» ASSIGNMENT: Would you please copy each line below that includes the string "computed"?
-------- DATA FOR THE TASK --------
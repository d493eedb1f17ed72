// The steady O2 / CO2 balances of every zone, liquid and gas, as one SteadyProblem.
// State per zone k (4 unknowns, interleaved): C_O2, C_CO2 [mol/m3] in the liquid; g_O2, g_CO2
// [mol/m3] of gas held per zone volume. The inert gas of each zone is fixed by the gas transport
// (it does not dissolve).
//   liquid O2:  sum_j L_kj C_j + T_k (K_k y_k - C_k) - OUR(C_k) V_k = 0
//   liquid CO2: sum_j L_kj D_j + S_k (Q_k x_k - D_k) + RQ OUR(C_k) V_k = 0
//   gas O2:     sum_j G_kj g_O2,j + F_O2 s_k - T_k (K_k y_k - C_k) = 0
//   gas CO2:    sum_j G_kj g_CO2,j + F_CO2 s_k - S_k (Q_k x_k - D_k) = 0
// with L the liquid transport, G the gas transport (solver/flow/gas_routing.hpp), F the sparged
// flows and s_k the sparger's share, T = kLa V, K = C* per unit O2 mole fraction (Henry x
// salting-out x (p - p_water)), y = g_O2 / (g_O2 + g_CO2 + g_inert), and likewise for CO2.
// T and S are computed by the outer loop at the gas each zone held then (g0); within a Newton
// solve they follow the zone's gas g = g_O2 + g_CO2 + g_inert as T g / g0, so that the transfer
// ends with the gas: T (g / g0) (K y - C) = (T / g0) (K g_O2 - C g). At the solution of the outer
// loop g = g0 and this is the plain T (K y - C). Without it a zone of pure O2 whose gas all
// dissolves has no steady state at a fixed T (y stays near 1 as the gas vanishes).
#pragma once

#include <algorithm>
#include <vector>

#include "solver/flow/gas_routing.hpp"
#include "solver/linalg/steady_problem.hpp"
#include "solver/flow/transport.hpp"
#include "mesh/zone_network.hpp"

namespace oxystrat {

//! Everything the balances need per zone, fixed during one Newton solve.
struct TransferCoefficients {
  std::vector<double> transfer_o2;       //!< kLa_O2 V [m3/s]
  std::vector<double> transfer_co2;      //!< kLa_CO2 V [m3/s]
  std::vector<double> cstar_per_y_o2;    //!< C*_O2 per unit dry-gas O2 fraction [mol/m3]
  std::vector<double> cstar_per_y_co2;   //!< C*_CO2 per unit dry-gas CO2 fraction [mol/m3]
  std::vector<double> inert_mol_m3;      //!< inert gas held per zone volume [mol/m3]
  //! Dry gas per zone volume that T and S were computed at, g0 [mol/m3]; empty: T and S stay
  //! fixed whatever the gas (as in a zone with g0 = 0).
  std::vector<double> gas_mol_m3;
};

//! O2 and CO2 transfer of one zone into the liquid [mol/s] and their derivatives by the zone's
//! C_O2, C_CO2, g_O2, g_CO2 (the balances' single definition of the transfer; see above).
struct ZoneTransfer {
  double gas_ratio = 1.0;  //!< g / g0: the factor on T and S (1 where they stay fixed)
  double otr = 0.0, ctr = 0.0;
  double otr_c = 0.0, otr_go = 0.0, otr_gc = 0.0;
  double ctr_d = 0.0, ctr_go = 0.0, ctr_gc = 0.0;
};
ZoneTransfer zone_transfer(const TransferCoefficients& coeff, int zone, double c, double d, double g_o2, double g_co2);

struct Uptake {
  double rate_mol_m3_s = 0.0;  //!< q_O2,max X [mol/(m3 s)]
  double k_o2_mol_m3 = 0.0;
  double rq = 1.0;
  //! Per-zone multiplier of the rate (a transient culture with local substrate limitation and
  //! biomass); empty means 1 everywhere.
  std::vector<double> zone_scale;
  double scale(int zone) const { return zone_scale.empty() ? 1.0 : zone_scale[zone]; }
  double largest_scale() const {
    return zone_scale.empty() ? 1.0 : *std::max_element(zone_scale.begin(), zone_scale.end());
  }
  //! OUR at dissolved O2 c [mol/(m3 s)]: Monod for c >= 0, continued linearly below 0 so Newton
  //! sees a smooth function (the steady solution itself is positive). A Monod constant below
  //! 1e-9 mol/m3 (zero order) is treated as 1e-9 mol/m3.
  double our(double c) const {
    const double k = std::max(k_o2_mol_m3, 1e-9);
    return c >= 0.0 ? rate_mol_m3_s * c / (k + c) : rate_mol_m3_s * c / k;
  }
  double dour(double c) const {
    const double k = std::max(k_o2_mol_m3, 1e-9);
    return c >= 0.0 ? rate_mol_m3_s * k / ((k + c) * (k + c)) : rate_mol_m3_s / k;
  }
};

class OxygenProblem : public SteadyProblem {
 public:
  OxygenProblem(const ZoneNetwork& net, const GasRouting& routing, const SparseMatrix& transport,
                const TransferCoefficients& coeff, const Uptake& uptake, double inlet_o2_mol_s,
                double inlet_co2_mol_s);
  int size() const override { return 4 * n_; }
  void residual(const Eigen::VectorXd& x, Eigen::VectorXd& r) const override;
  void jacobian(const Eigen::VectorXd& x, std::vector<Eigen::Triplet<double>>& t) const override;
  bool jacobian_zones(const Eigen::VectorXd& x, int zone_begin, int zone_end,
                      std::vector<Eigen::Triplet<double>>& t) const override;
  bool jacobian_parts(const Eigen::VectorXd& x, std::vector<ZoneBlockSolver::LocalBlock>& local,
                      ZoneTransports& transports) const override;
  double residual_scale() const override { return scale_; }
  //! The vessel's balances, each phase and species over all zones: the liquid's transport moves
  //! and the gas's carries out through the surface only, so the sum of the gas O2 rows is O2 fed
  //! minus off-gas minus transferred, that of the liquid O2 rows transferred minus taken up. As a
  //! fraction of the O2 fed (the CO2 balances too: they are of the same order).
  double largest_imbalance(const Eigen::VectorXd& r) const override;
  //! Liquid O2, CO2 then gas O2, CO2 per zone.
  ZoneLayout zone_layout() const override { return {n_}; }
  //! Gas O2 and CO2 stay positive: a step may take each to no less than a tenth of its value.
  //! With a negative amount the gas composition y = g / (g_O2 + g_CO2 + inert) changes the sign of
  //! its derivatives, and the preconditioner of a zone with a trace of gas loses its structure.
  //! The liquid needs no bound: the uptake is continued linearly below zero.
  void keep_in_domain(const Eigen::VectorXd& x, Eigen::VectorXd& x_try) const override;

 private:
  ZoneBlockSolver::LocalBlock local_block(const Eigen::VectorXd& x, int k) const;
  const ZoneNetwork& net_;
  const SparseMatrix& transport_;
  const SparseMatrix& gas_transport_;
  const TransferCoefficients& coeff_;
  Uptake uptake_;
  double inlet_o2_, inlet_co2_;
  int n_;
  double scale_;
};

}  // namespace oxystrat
--------
» EXERCISE RESULT:
// T and S are computed by the outer loop at the gas each zone held then (g0); within a Newton
  //! Dry gas per zone volume that T and S were computed at, g0 [mol/m3]; empty: T and S stay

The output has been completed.